Als het kind geen direct gevaar loopt, maak je een nieuwe afspraak met de ouder om te proberen de ouder te overtuigen van het belang van hulp. Zijn de ouders bereid tot hulp, zie : ‘Ouder of kind willen hulp ontvangen - kinderopvang’.
Als de hulp weer geweigerd wordt, doe je een melding bij Veilig Thuis. De leidinggevende bespreekt dit met de ouders.
In uitzonderlijke gevallen, bijvoorbeeld als de de leidinggevende of iemand anders op de kinderopvang/BSO of bij het gastouderbureau zich bedreigd voelt door de ouders, kun je als leidinggevende een anonieme melding doen bij Veilig Thuis waarbij de naam van het gezin wel bij Veilig Thuis gemeld wordt maar de naam van de melder niet wordt doorgegeven aan het betreffende gezin.

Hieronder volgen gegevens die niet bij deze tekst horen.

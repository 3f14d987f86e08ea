import { fireEvent, render, screen } from '@testing-library/svelte';
import { describe, expect, it } from 'vitest';
import DrillEditor from '$lib/components/drills/DrillEditor.svelte';
import { MAX_DRILL_BARS, parseDrill, type DrillDocument } from '$lib/engine';

const mappings = [
	{
		id: 'm1',
		name: 'Two-deck pad set',
		version: 2,
		tempo: 120,
		pads: [1, 2, 3, 4].map((n) => ({ id: `pad-${n}`, label: `Pad ${n}` })),
		versions: [
			{ id: 'v1', version: 1, createdAt: '2026-11-01T10:00:00.000Z' },
			{ id: 'v2', version: 2, createdAt: '2026-11-20T10:00:00.000Z' }
		]
	}
];
const long: DrillDocument = {
	version: 1,
	name: 'Long one',
	tempo: 120,
	countInBars: 1,
	lengthBars: MAX_DRILL_BARS,
	windowMs: 60,
	targets: [
		{ input: 'pad-1', beat: 0, beats: 1 },
		{ input: 'pad-1', beat: (MAX_DRILL_BARS - 1) * 4, beats: 1 }
	],
	pass: { hitRate: 0.9, findings: 0 }
};

describe('DrillEditor', () => {
	it('allows as many bars as a drill file may have, and no more', () => {
		expect(parseDrill({ ...long, lengthBars: MAX_DRILL_BARS }).ok).toBe(true);
		expect(parseDrill({ ...long, lengthBars: MAX_DRILL_BARS + 1 }).ok).toBe(false);
		render(DrillEditor, { mappings, problem: null, submitLabel: 'Create drill' });
		expect(screen.getByLabelText('Length (bars)')).toHaveAttribute('max', String(MAX_DRILL_BARS));
	});

	it('shows a long drill a page of bars at a time, to its last bar', async () => {
		render(DrillEditor, { mappings, initial: long, mappingId: 'm1', problem: null, submitLabel: 'Save drill' });
		expect(screen.getByLabelText('Bars')).toHaveDisplayValue('1–16');
		expect(screen.getByTestId('grid-pages')).toHaveTextContent(`of ${MAX_DRILL_BARS}`);
		expect(screen.getAllByTestId('drill-target')).toHaveLength(1);
		// 16 bars of half beats in the one lane used, less the press's own two cells.
		expect(screen.getAllByTestId('drill-cell')).toHaveLength(16 * 8 - 2);
		const later = screen.getByRole('button', { name: 'Later bars' });
		await fireEvent.click(later);
		expect(screen.getByLabelText('Bars')).toHaveDisplayValue('17–32');
		expect(screen.queryAllByTestId('drill-target')).toHaveLength(0);
		await fireEvent.change(screen.getByLabelText('Bars'), { target: { value: String(MAX_DRILL_BARS / 16 - 1) } });
		expect(screen.getByLabelText('Bars')).toHaveDisplayValue(`${MAX_DRILL_BARS - 15}–${MAX_DRILL_BARS}`);
		expect(later).toBeDisabled();
		expect(
			screen.getByRole('button', { name: `Pad 1 at beat ${(MAX_DRILL_BARS - 1) * 4 + 1}, 1 beats long` })
		).toBeTruthy();
		expect(screen.getByTestId('drill-summary')).toHaveTextContent(`2 target presses over ${MAX_DRILL_BARS} bars`);
	});
});
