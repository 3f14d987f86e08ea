// The sounds page's WAV export renders what is heard: the playing decks' loops at their levels. A
// deck that is stopped, or has no loop, is left out of the render.
import { describe, expect, it, vi } from 'vitest';
import { render, screen } from '@testing-library/svelte';
import userEvent from '@testing-library/user-event';
import WavExport from '$lib/components/audio/WavExport.svelte';
import type { SoundStage } from '$lib/audio/sound-stage.svelte';
import type { RenderSpec } from '$lib/audio/render';

const rendered = vi.hoisted(() => [] as RenderSpec[]);
vi.mock('$lib/audio/render', () => ({
	renderRig: async (spec: RenderSpec) => {
		rendered.push(spec);
		return { channels: [new Float32Array(4)], sampleRate: 44_100 };
	}
}));
vi.mock('$lib/audio/wav', () => ({ encodeWav: () => new Uint8Array(44) }));

function stage(): SoundStage {
	return {
		tempo: 124,
		masterDb: -3,
		loops: { A: 'glass-steps', B: 'low-pulse', C: null, D: 'dust-hats' },
		playing: { A: true, B: false, C: true, D: true },
		levels: { A: 0, B: -2, C: -4, D: -6 },
		rigState: () => ({ marker: 'the rig as set' })
	} as unknown as SoundStage;
}

describe('WavExport', () => {
	it('renders the playing decks with loops and leaves out the stopped one', async () => {
		URL.createObjectURL = vi.fn(() => 'blob:wav');
		URL.revokeObjectURL = vi.fn();
		const click = vi.spyOn(HTMLAnchorElement.prototype, 'click').mockImplementation(() => {});
		render(WavExport, { stage: stage(), seconds: 4 });
		await userEvent.click(screen.getByTestId('export-wav'));
		await vi.waitFor(() => expect(rendered).toHaveLength(1));
		const spec = rendered[0];
		// B has a loop but is stopped; C plays but has no loop.
		expect(spec.decks).toEqual({
			A: { loop: 'glass-steps', levelDb: 0 },
			D: { loop: 'dust-hats', levelDb: -6 }
		});
		expect(spec).toMatchObject({ seconds: 4, tempo: 124, masterDb: -3, state: { marker: 'the rig as set' } });
		await vi.waitFor(() => expect(screen.getByRole('status')).toHaveTextContent(/^Rendered 4 s in \d+ ms\.$/));
		expect(click).toHaveBeenCalledTimes(1);
		click.mockRestore();
	});
});
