import { describe, expect, it, vi } from 'vitest';
import { fireEvent, render, screen } from '@testing-library/svelte';
import RecorderPanel from '$lib/components/rehearse/RecorderPanel.svelte';

const base = {
	status: 'idle' as const,
	sessionName: '',
	elapsedMs: 0,
	eventCount: 0,
	unsent: 0,
	offline: false,
	error: null,
	uploadProgress: null,
	countIn: true,
	beatsToGo: null,
	captureAudio: false,
	canCapture: false,
	saved: null,
	resumed: false
};

function setup(props: Record<string, unknown> = {}) {
	const handlers = { onrecord: vi.fn(), onstop: vi.fn(), ondiscard: vi.fn(), oncountin: vi.fn(), oncapture: vi.fn() };
	render(RecorderPanel, { ...base, ...handlers, ...props });
	return handlers;
}

describe('RecorderPanel', () => {
	it('starts a recording with the name typed in', async () => {
		const { onrecord } = setup();
		await fireEvent.input(screen.getByTestId('record-name'), { target: { value: 'Chord drill' } });
		await fireEvent.click(screen.getByTestId('record-start'));
		expect(onrecord).toHaveBeenCalledWith('Chord drill');
	});

	it('while recording shows the time, the events and what still waits for the server', () => {
		setup({ status: 'recording', elapsedMs: 83_400, eventCount: 42, unsent: 7, offline: true });
		expect(screen.getByTestId('record-elapsed')).toHaveTextContent('1:23.4');
		expect(screen.getByTestId('record-events')).toHaveTextContent('42');
		expect(screen.getByTestId('record-unsent')).toHaveTextContent('waiting to send: 7');
		expect(screen.getByTestId('record-offline')).toBeInTheDocument();
		expect(screen.getByTestId('record-stop')).toHaveTextContent('Stop');
		expect(screen.queryByTestId('record-start')).toBeNull();
	});

	it('counts in before recording, and the stop button then cancels', async () => {
		const { onstop } = setup({ beatsToGo: 3 });
		expect(screen.getByTestId('count-in')).toHaveTextContent('count-in 3');
		expect(screen.getByTestId('record-stop')).toHaveTextContent('Cancel');
		await fireEvent.click(screen.getByTestId('record-stop'));
		expect(onstop).toHaveBeenCalled();
	});

	it('offers audio capture only once sound runs', () => {
		setup();
		expect(screen.getByTestId('capture-audio')).toBeDisabled();
	});

	it('shows the upload progress of the captured audio', () => {
		setup({ uploadProgress: 0.25 });
		expect(screen.getByTestId('upload-progress')).toHaveAttribute('value', '0.25');
		expect(screen.getByText('25%')).toBeInTheDocument();
	});

	it('links a saved recording to its replay with its number of findings', () => {
		setup({ status: 'saved', sessionName: 'Chord drill', saved: { id: 'abc-123', findings: 2 } });
		expect(screen.getByTestId('record-saved')).toHaveTextContent('2 findings');
		expect(screen.getByTestId('record-replay-link')).toHaveAttribute('href', '/sessions/abc-123');
	});

	it('tells the performer when an unfinished recording was resumed', () => {
		setup({ status: 'recording', sessionName: 'Evening run', resumed: true });
		expect(screen.getByTestId('record-resumed')).toHaveTextContent('Evening run');
		expect(screen.getByTestId('record-name')).toHaveValue('Evening run');
	});

	it('asks before saving a take with no events, and can discard it', async () => {
		const { onstop, ondiscard } = setup({ status: 'recording', eventCount: 0 });
		await fireEvent.click(screen.getByTestId('record-stop'));
		expect(onstop).not.toHaveBeenCalled();
		expect(screen.getByRole('alertdialog')).toHaveTextContent('This take has no presses yet');
		await fireEvent.click(screen.getByTestId('empty-take-discard'));
		expect(ondiscard).toHaveBeenCalledOnce();
		expect(screen.queryByTestId('empty-take')).toBeNull();
	});

	it('saves an empty take when the performer says so', async () => {
		const { onstop } = setup({ status: 'recording', eventCount: 0 });
		await fireEvent.click(screen.getByTestId('record-stop'));
		await fireEvent.click(screen.getByTestId('empty-take-save'));
		expect(onstop).toHaveBeenCalledWith('');
	});

	it('stops a take with events without asking', async () => {
		const { onstop } = setup({ status: 'recording', eventCount: 3 });
		await fireEvent.click(screen.getByTestId('record-stop'));
		expect(onstop).toHaveBeenCalledOnce();
		expect(screen.queryByTestId('empty-take')).toBeNull();
	});
});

Voor het slagen van verwijzing naar hulp is een zogenaamde open melding, waarbij de ouders op de hoogte zijn van wie er gemeld heeft, van groot belang. Wanneer ouders onzeker zijn over wie hen bij Veilig Thuis heeft gemeld, is er weinig ruimte om hulpverlening te accepteren. De boosheid en het zoeken naar de melder overheerst in dat geval.
Als de ouder(s) niet komen bij een afspraak dan stuur je een briefje naar de ouders of belt hen en gaat indien nodig op huisbezoek. Bij dit alles is de opdracht te voorkomen dat een kind tussen de wal en het schip dreigt te komen.
Mochten de ouders en kind in de tussentijd verhuisd zijn of het kind naar een ander kinderdagverblijf of school overgeplaatst, dan is het jouw verantwoordelijkheid om zorg te dragen voor een goede overdracht inclusief de signalen over de zorgelijke situatie waar het kind zich in bevindt en indien nodig alsnog een melding bij Veilig Thuis te doen.
Als het niet lukt om contact te krijgen met de ouders na bovengenoemde pogingen, dan wordt altijd Veilig Thuis gebeld.